TASK DIRECTIONS: Hand back all of the records exactly as they read.

RECORDS FOR PROCESSING:
###

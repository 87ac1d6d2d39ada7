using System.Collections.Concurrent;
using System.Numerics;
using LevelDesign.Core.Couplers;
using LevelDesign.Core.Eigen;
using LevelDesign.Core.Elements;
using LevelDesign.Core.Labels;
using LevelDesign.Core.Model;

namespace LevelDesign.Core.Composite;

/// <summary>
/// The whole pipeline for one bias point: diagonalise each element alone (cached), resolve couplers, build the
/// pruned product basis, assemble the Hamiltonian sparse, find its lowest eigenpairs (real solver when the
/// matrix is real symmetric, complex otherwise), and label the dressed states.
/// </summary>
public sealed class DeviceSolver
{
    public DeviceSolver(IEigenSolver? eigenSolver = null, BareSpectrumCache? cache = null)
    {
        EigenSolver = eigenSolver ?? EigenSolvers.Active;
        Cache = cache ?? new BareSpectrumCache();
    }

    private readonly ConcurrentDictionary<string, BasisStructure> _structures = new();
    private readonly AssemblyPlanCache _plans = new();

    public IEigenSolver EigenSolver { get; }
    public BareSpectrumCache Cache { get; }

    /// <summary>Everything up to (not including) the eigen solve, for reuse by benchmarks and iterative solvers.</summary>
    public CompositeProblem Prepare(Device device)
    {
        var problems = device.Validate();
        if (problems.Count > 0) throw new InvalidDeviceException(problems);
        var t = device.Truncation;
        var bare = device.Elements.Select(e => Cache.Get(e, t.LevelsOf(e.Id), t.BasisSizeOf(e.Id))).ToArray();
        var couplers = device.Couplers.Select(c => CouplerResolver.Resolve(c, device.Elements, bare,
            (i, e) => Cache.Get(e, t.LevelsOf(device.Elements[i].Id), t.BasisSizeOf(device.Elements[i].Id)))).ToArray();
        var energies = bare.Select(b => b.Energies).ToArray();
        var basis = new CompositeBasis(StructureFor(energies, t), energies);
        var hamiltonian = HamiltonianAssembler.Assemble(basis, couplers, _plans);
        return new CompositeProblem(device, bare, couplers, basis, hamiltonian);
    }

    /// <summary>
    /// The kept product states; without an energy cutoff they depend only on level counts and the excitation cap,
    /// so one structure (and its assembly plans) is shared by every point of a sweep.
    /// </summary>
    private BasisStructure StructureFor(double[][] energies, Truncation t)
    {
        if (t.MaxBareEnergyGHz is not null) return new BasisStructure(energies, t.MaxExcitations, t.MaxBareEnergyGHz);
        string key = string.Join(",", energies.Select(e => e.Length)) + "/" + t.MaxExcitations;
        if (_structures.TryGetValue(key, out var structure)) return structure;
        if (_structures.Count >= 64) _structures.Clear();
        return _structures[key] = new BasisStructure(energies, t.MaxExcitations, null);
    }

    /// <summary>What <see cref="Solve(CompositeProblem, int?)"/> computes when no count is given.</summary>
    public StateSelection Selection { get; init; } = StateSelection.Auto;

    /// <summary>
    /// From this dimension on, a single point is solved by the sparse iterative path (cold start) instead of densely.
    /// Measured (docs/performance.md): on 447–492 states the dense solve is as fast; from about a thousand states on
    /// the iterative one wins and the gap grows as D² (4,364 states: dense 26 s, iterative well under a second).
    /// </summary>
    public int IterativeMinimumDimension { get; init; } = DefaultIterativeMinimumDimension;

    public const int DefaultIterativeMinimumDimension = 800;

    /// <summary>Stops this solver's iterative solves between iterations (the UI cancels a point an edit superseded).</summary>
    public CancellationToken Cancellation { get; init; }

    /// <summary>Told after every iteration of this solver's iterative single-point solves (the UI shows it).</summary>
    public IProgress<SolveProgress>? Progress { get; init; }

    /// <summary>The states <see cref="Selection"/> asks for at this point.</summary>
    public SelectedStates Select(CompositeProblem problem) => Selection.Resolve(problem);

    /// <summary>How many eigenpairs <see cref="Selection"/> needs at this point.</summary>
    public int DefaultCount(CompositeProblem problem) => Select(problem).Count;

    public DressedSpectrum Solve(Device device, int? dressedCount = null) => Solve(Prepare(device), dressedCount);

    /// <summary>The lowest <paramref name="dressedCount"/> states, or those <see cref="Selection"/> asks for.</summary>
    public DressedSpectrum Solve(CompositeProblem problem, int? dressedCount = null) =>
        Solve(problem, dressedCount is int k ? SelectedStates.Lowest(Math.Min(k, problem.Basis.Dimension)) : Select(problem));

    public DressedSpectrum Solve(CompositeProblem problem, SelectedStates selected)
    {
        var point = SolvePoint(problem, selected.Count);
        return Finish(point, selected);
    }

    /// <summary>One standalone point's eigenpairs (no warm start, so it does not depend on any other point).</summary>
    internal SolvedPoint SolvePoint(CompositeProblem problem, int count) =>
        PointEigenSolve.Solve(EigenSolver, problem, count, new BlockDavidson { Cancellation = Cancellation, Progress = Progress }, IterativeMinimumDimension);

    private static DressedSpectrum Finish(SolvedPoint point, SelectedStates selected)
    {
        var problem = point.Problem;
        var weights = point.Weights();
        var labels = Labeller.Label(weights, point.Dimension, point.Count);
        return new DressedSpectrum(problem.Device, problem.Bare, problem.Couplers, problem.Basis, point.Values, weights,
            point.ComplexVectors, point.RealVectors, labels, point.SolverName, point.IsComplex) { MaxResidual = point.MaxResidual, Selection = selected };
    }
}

###

SOLUTION FOR THIS EXERCISE:
repository 87ac1d6d2d39ada7
using System.Collections.Concurrent;
using System.Numerics;
using LevelDesign.Core.Couplers;
using LevelDesign.Core.Eigen;
using LevelDesign.Core.Elements;
using LevelDesign.Core.Labels;
using LevelDesign.Core.Model;

namespace LevelDesign.Core.Composite;

/// <summary>
/// The whole pipeline for one bias point: diagonalise each element alone (cached), resolve couplers, build the
/// pruned product basis, assemble the Hamiltonian sparse, find its lowest eigenpairs (real solver when the
/// matrix is real symmetric, complex otherwise), and label the dressed states.
/// </summary>
public sealed class DeviceSolver
{
    public DeviceSolver(IEigenSolver? eigenSolver = null, BareSpectrumCache? cache = null)
    {
        EigenSolver = eigenSolver ?? EigenSolvers.Active;
        Cache = cache ?? new BareSpectrumCache();
    }

    private readonly ConcurrentDictionary<string, BasisStructure> _structures = new();
    private readonly AssemblyPlanCache _plans = new();

    public IEigenSolver EigenSolver { get; }
    public BareSpectrumCache Cache { get; }

    /// <summary>Everything up to (not including) the eigen solve, for reuse by benchmarks and iterative solvers.</summary>
    public CompositeProblem Prepare(Device device)
    {
        var problems = device.Validate();
        if (problems.Count > 0) throw new InvalidDeviceException(problems);
        var t = device.Truncation;
        var bare = device.Elements.Select(e => Cache.Get(e, t.LevelsOf(e.Id), t.BasisSizeOf(e.Id))).ToArray();
        var couplers = device.Couplers.Select(c => CouplerResolver.Resolve(c, device.Elements, bare,
            (i, e) => Cache.Get(e, t.LevelsOf(device.Elements[i].Id), t.BasisSizeOf(device.Elements[i].Id)))).ToArray();
        var energies = bare.Select(b => b.Energies).ToArray();
        var basis = new CompositeBasis(StructureFor(energies, t), energies);
        var hamiltonian = HamiltonianAssembler.Assemble(basis, couplers, _plans);
        return new CompositeProblem(device, bare, couplers, basis, hamiltonian);
    }

    /// <summary>
    /// The kept product states; without an energy cutoff they depend only on level counts and the excitation cap,
    /// so one structure (and its assembly plans) is shared by every point of a sweep.
    /// </summary>
    private BasisStructure StructureFor(double[][] energies, Truncation t)
    {
        if (t.MaxBareEnergyGHz is not null) return new BasisStructure(energies, t.MaxExcitations, t.MaxBareEnergyGHz);
        string key = string.Join(",", energies.Select(e => e.Length)) + "/" + t.MaxExcitations;
        if (_structures.TryGetValue(key, out var structure)) return structure;
        if (_structures.Count >= 64) _structures.Clear();
        return _structures[key] = new BasisStructure(energies, t.MaxExcitations, null);
    }

    /// <summary>What <see cref="Solve(CompositeProblem, int?)"/> computes when no count is given.</summary>
    public StateSelection Selection { get; init; } = StateSelection.Auto;

    /// <summary>
    /// From this dimension on, a single point is solved by the sparse iterative path (cold start) instead of densely.
    /// Measured (docs/performance.md): on 447–492 states the dense solve is as fast; from about a thousand states on
    /// the iterative one wins and the gap grows as D² (4,364 states: dense 26 s, iterative well under a second).
    /// </summary>
    public int IterativeMinimumDimension { get; init; } = DefaultIterativeMinimumDimension;

    public const int DefaultIterativeMinimumDimension = 800;

    /// <summary>Stops this solver's iterative solves between iterations (the UI cancels a point an edit superseded).</summary>
    public CancellationToken Cancellation { get; init; }

    /// <summary>Told after every iteration of this solver's iterative single-point solves (the UI shows it).</summary>
    public IProgress<SolveProgress>? Progress { get; init; }

    /// <summary>The states <see cref="Selection"/> asks for at this point.</summary>
    public SelectedStates Select(CompositeProblem problem) => Selection.Resolve(problem);

    /// <summary>How many eigenpairs <see cref="Selection"/> needs at this point.</summary>
    public int DefaultCount(CompositeProblem problem) => Select(problem).Count;

    public DressedSpectrum Solve(Device device, int? dressedCount = null) => Solve(Prepare(device), dressedCount);

    /// <summary>The lowest <paramref name="dressedCount"/> states, or those <see cref="Selection"/> asks for.</summary>
    public DressedSpectrum Solve(CompositeProblem problem, int? dressedCount = null) =>
        Solve(problem, dressedCount is int k ? SelectedStates.Lowest(Math.Min(k, problem.Basis.Dimension)) : Select(problem));

    public DressedSpectrum Solve(CompositeProblem problem, SelectedStates selected)
    {
        var point = SolvePoint(problem, selected.Count);
        return Finish(point, selected);
    }

    /// <summary>One standalone point's eigenpairs (no warm start, so it does not depend on any other point).</summary>
    internal SolvedPoint SolvePoint(CompositeProblem problem, int count) =>
        PointEigenSolve.Solve(EigenSolver, problem, count, new BlockDavidson { Cancellation = Cancellation, Progress = Progress }, IterativeMinimumDimension);

    private static DressedSpectrum Finish(SolvedPoint point, SelectedStates selected)
    {
        var problem = point.Problem;
        var weights = point.Weights();
        var labels = Labeller.Label(weights, point.Dimension, point.Count);
        return new DressedSpectrum(problem.Device, problem.Bare, problem.Couplers, problem.Basis, point.Values, weights,
            point.ComplexVectors, point.RealVectors, labels, point.SolverName, point.IsComplex) { MaxResidual = point.MaxResidual, Selection = selected };
    }
}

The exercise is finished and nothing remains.